Jack still cuts Aang in half, so it doesn't matter


----------



## God (Jun 8, 2010)

Narcissus said:


> And maybe because his physical strength is well beyond Aang's here. Physically, Aang has nothing at all that comes close to Jack.



This still doesn't account for the hype his strength has received ITT.



> Your comment was "you can't slice through air."
> 
> So I asked the question "can no cutting weapon get through Aang's shield?"



Derp.



> So no cutting weapon can get through Aang's air shield?††



You made it seem as if I was suggesting that, and that you were simply drawing a logical conclusion from it. The difference here is instead of using the word "can" you used "so".



> But if you'd prefer, I'll rephrase my claim. Jack will power through Aang's air and cut *him* down.



That's the same shit. When has he ever powered through things like this? Show me a feat of him ramming things on that level, at least. It shouldn't be too hard to back up such a straightforward claim 



> The only dodging going on here is your own. Aang's wind wasn't strong enough to hurt Sokka, who was standing right next to Aang, and Katara was still managing to walk through it. Jack, who is far stronger to either of them, would walk through that.



Como? He wasn't trying to hurt Sokka. That was an air ball.

Lol at Sokka standing next to him, he was across the clifftop holding on for dear life. Katara could barely walk walk through the sheer WIND coming off his shield.

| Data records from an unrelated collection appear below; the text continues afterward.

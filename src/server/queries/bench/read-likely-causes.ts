import { and, desc, eq, inArray, isNotNull, isNull } from 'drizzle-orm';
import { rankCauses } from '~/domain/bench/rank-causes';
import type { LikelyCause, MendedCase, Symptom } from '~/domain/bench/rank-causes';
import { directionOf } from '~/domain/bench/usual-suspects';
import type { Reader } from '~/server/db/client';
import { reworks, runPoints, testPoints, testRuns, units } from '~/server/db/schema';
import { asBand } from './read-run-sheet';

const symptomColumns = {
  modelId: units.modelId,
  quantityKey: testPoints.quantityKey,
  band: testPoints.band,
  value: runPoints.value,
  upper: runPoints.upperLimit,
};

const failed = and(eq(runPoints.verdict, 'fail'), isNull(runPoints.concession));

/** The likely causes of what failed in a closed run, the likeliest first; none where nothing failed. */
export async function readLikelyCauses(reader: Reader, runId: number): Promise<LikelyCause[]> {
  const rows = await reader
    .select(symptomColumns)
    .from(runPoints)
    .innerJoin(testRuns, eq(testRuns.id, runPoints.testRunId))
    .innerJoin(units, eq(units.id, testRuns.unitId))
    .innerJoin(testPoints, eq(testPoints.id, runPoints.testPointId))
    .where(and(eq(runPoints.testRunId, runId), failed));
  const symptoms = rows.map(symptomOf);
  if (symptoms.length === 0) return [];
  return rankCauses(symptoms, await readCauseHistory(reader, symptoms));
}

/** The works' mended cases with a symptom of these quantities, the newest first; only those whose remedy held. */
async function readCauseHistory(reader: Reader, symptoms: readonly Symptom[]): Promise<MendedCase[]> {
  const quantityKeys = [...new Set(symptoms.map(({ quantityKey }) => quantityKey))];
  if (quantityKeys.length === 0) return [];
  const rows = await reader
    .select({
      id: reworks.id,
      cause: reworks.foundCause,
      remedy: reworks.remedy,
      minutes: reworks.minutes,
      ...symptomColumns,
    })
    .from(reworks)
    .innerJoin(units, eq(units.id, reworks.unitId))
    .innerJoin(runPoints, eq(runPoints.testRunId, reworks.testRunId))
    .innerJoin(testPoints, eq(testPoints.id, runPoints.testPointId))
    .where(
      and(
        isNotNull(reworks.confirmedByRunId),
        isNotNull(reworks.foundCause),
        inArray(testPoints.quantityKey, quantityKeys),
        failed,
      ),
    )
    .orderBy(desc(reworks.id));
  const cases = new Map<number, MendedCase & { symptoms: Symptom[] }>();
  for (const { id, cause, remedy, minutes, ...symptom } of rows) {
    const mended = cases.get(id) ?? { cause: cause ?? '', remedy, minutes, symptoms: [] };
    mended.symptoms.push(symptomOf(symptom));
    cases.set(id, mended);
  }
  return [...cases.values()];
}

function symptomOf(row: {
  modelId: number;
  quantityKey: string;
  band: string | null;
  value: number | null;
  upper: number | null;
}): Symptom {
  const { modelId, quantityKey, band } = row;
  return { modelId, quantityKey, band: asBand(band), direction: directionOf(row) };
}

Maybe Jack could do that, but I haven't seen anything to suggest he could force his way through the shield itself.



> And like I said earlier, once Jack gets in close range, he'd run Aang through.



How would he do that when Aang is so well-shielded?



> For one, it shows that his leg strength is enough to power through the wind on the ground,



What wind? All he did was jump super-high. His leg strength is good, but I still doubt he could get through that shield.



> and Aang wouldn't get far into the air before Jack reached him.



That just makes it worse. Since jack has never shown to Jump Good at angles parallel to the ground, only perpendicular.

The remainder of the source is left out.